- Directed by: Ramnath
- Produced by: Santhosh Singh Wasim. D
- Starring: Prem Sharmila Mandre
- Music by: Sai Karthik
- Release date: 24 June 2011;
- Country: India
- Language: Kannada

= Dhan Dhana Dhan =

Dhan Dhana Dhan is a 2011 Indian Kannada film in the romance genre starring Prem and Sharmila Mandre. The film is directed by Ramnath Rigvedi. K. Sai Karthik is the music director of the film. Santhosh Singh has jointly produced the film with Wasim.

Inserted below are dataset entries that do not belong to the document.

/// 0 quiet, 1 normal, 2 verbose; set once from the command line.
static VERBOSITY: std::sync::atomic::AtomicU8 = std::sync::atomic::AtomicU8::new(1);

/// The verbosity of this run: 0 quiet, 1 normal, 2 verbose.
fn verbosity() -> u8 {
    VERBOSITY.load(std::sync::atomic::Ordering::Relaxed)
}

#[derive(Subcommand)]
enum Command {
    /// Print V, the closed-loop V̇ (simplified) and each law in base symbols.
    Derive {
        /// Spec files (YAML).
        #[arg(required = true)]
        specs: Vec<PathBuf>,
        /// Output format.
        #[arg(long, value_enum, default_value_t = Format::Text)]
        format: Format,
        #[command(flatten)]
        expr: check_cmd::ExprLimits,
    },
    /// Prove the Lyapunov claim over the declared envelope, or find a counterexample.
    /// Exit code 0 proven, 1 falsified, 2 inconclusive, 3 invalid spec.
    Check {
        /// Spec files (YAML).
        #[arg(required = true)]
        specs: Vec<PathBuf>,
        /// Output format.
        #[arg(long, value_enum, default_value_t = ReportFormat::Text)]
        format: ReportFormat,
        /// Write the proof certificate (JSON) here; one spec only.
        #[arg(long, value_name = "PATH")]
        certificate: Option<PathBuf>,
        #[command(flatten)]
        rates: check_cmd::RateOptions,
        /// With --rates: also prove a region of attraction of the law as flown, each command
        /// clamped to its limits, beyond the saturation-free set (up to 12 proofs of 100,000
        /// boxes each).
        #[arg(long, requires = "rates")]
        saturated: bool,
        /// Also bound the round-off of the generated code, per command and precision (f64,
        /// f32), over every input the code accepts (emit and build always do).
        #[arg(long)]
        roundoff: bool,
        #[command(flatten)]
        limits: check_cmd::Limits,
    },
    /// Prove each spec and write its generated code (Rust, C99). An unproven law is refused
    /// (exit 1) unless --allow-unproven. With --check: regenerate every spec of --specs-dir in
    /// memory and compare with --generated; exit 1 with a unified diff when stale.
    Emit {
        /// Spec files (YAML).
        #[arg(required_unless_present = "check")]
        specs: Vec<PathBuf>,
        /// Languages to emit.
        #[arg(long, value_enum, default_value_t = LangArg::All)]
        lang: LangArg,
        /// Directory to write into.
        #[arg(long, value_name = "DIR", required_unless_present = "check")]
        out: Option<PathBuf>,
        /// Floating-point type of the generated code: both (double precision in --out, single
        /// precision in --out/f32), or one of them in --out.
        #[arg(long, value_enum, default_value_t = FloatArg::Both)]
        float: FloatArg,
        /// Emit a law that is not proven, its header saying so in capitals.
        #[arg(long)]
        allow_unproven: bool,
        /// Allow --out inside specs/ or outside the working directory.
        #[arg(long)]
        force: bool,
        /// Compare the committed generated code with a fresh emission instead of writing.
        #[arg(long, conflicts_with_all = ["specs", "out"])]
        check: bool,
        /// Where the specs are (with --check).
        #[arg(long, value_name = "DIR", default_value = "specs")]
        specs_dir: PathBuf,
        /// Where the generated code is (with --check).
        #[arg(long, value_name = "DIR", default_value = "generated")]
        generated: PathBuf,
        /// Output format of the summary (and, with --check, of the differences).
        #[arg(long, value_enum, default_value_t = ReportFormat::Text)]
        format: ReportFormat,
        /// With --rates: the guidance filters emitted with the proved rate limits.
        #[command(flatten)]
        rates: check_cmd::RateOptions,
        #[command(flatten)]
        limits: check_cmd::Limits,
    },
    /// The main job on the example specs: prove every spec of --specs-dir, write --generated,
    /// fly the scenarios of --specs-dir/scenarios into --report, print a summary table.
    Build {
        /// Where the specs are.
        #[arg(long, value_name = "DIR", default_value = "specs")]
        specs_dir: PathBuf,
        /// Where to write the generated code (one directory per spec).
        #[arg(long, value_name = "DIR", default_value = "generated")]
        generated: PathBuf,
        /// Where to write the simulation report.
        #[arg(long, value_name = "DIR", default_value = "report")]
        report: PathBuf,
        /// Allow --generated or --report inside specs/ or outside the working directory.
        #[arg(long)]
        force: bool,
        /// Output format of the summary.
        #[arg(long, value_enum, default_value_t = ReportFormat::Text)]
        format: ReportFormat,
        #[command(flatten)]
        limits: check_cmd::Limits,
    },
    /// Fly a scenario: the spec's energy law (as generated) beside PID and LQR baselines.
    /// Writes CSV time series and SVG plots to --out and prints the metrics side by side.
    /// With --runs: a Monte Carlo campaign with dispersions, percentiles and histograms.
    Sim {
        /// The scenario (YAML).
        scenario: PathBuf,
        /// Directory to write into.
        #[arg(long, value_name = "DIR")]
        out: PathBuf,
        /// Output format of the metrics.
        #[arg(long, value_enum, default_value_t = ReportFormat::Text)]
        format: ReportFormat,
        /// Monte Carlo: this many dispersed runs.
        #[arg(long)]
        runs: Option<usize>,
        /// Seed of the dispersions.
        #[arg(long, default_value_t = 1)]
        seed: u64,
        /// Allow --out inside specs/ or outside the working directory.
        #[arg(long)]
        force: bool,
    },
    /// The largest error of one uncertain quantity for which the required ultimate bounds
    /// still hold: proves the bound with the declared error range scaled by factors from 0 to
    /// --up-to, prints the curve and bisects for the largest factor. Exit code 0 found, 1 not
    /// met even with zero error, 3 invalid input.
    Margin {
        /// The spec (YAML), with an `uncertain:` section.
        spec: PathBuf,
        /// The uncertain quantity to vary, e.g. drag_true.
        #[arg(long, value_name = "NAME")]
        uncertain: String,
        /// Required bounds on the state errors, e.g. h=3,va=1.
        #[arg(long, value_name = "STATE=BOUND,...")]
        bound: String,
        /// Largest factor on the declared error range sampled.
        #[arg(long, value_name = "FACTOR", default_value_t = 1.5)]
        up_to: f64,
        /// Points of the curve (factors evenly spaced from 0).
        #[arg(long, default_value_t = 7)]
        points: usize,
        /// Write margin_NAME.svg and margin_NAME.csv here.
        #[arg(long, value_name = "DIR")]
        out: Option<PathBuf>,
        /// Allow --out inside specs/ or outside the working directory.
        #[arg(long)]
        force: bool,
        /// Output format.
        #[arg(long, value_enum, default_value_t = ReportFormat::Text)]
        format: ReportFormat,
        #[command(flatten)]
        limits: check_cmd::Limits,
    },
    /// Write a commented starter spec, NAME.yaml, that loads and proves as written.
    New {
        /// The spec's name (an identifier: letters, digits, underscores).
        name: String,
        /// Directory to write into.
        #[arg(long, value_name = "DIR", default_value = ".")]
        dir: PathBuf,
        /// Overwrite an existing file.
        #[arg(long)]
        force: bool,
        /// Output format of the confirmation.
        #[arg(long, value_enum, default_value_t = ReportFormat::Text)]
        format: ReportFormat,
    },
    /// Print the JSON Schema of the spec format (committed as schema/spec.schema.json), or of
    /// the scenario format with --scenario (schema/scenario.schema.json).
    Schema {
        /// The scenario format instead of the spec format.
        #[arg(long)]
        scenario: bool,
    },
    /// Print a shell completion script (bash, zsh, fish, elvish, powershell) to stdout.
    Completions {
        /// The shell.
        shell: clap_complete::Shell,
    },
    /// Re-evaluate every leaf box of a certificate against its spec, without searching.
    /// Exit code 0 accepted, 1 rejected, 3 unreadable input.
    Recheck {
        /// The certificate (JSON) written by `check --certificate`.
        certificate: PathBuf,
        /// The spec it claims to prove.
        spec: PathBuf,
        /// Output format.
        #[arg(long, value_enum, default_value_t = ReportFormat::Text)]
        format: ReportFormat,
        #[command(flatten)]
        expr: check_cmd::ExprLimits,
    },
}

D. This film is a remake of Hum Kisise Kum Naheen.

==Cast==
- Prem as Prem
- Sharmila Mandre as Charmi
- Ravishankar Gowda
- Adi Lokesh

==Soundtrack==
Sai Karthik has set the tunes to the lyrics of Kaviraj and Ramanarayan

| No. | Title | Performer(s) | Length |
|---|---|---|---|
| 1. | "Kaavana" | Santhosh |  |
| 2. | "Ninna Kanda" | Sai Karthik, Suvarna Rathod |  |
| 3. | "Full Bottlu" | L. N. Shastry, Santhosh |  |
| 4. | "Dhan Dhana Dhan" | Shaan, Anuradha Bhat |  |
| 5. | "Kavana" | Santhosh, Anuradha Bhat |  |

== Reception ==
=== Critical response ===

B S Srivani from Deccan Herald wrote "Adi Lokesh fails to bring out the vulnerability of a don in love, unlike Sanjay Dutt. Prem never settles down, while Sharmila looks pretty but little else. Ravishankar’s loud outburst can only sustain interest to a point. Dhan Dhana Dhan won’t be missed at all. What a pity!". Shruti Indira Lakshminarayana from Rediff.com scored the film at 1.5 out of 5 stars and says "Director Ramanath Rigvedi, who had a winner in Budhhivanta, falls flat this time. Dhan Dhana Dhan is a failed attempt as a family entertainer. Look elsewhere for movie, masti and magic!" A critic from News18 India wrote "How Prem uses his intelligence to thwart off the attempts of the doctor and the mafia forms the climax of the story. "Dhan Dhana Dhan" is a tedious watch, better avoid it".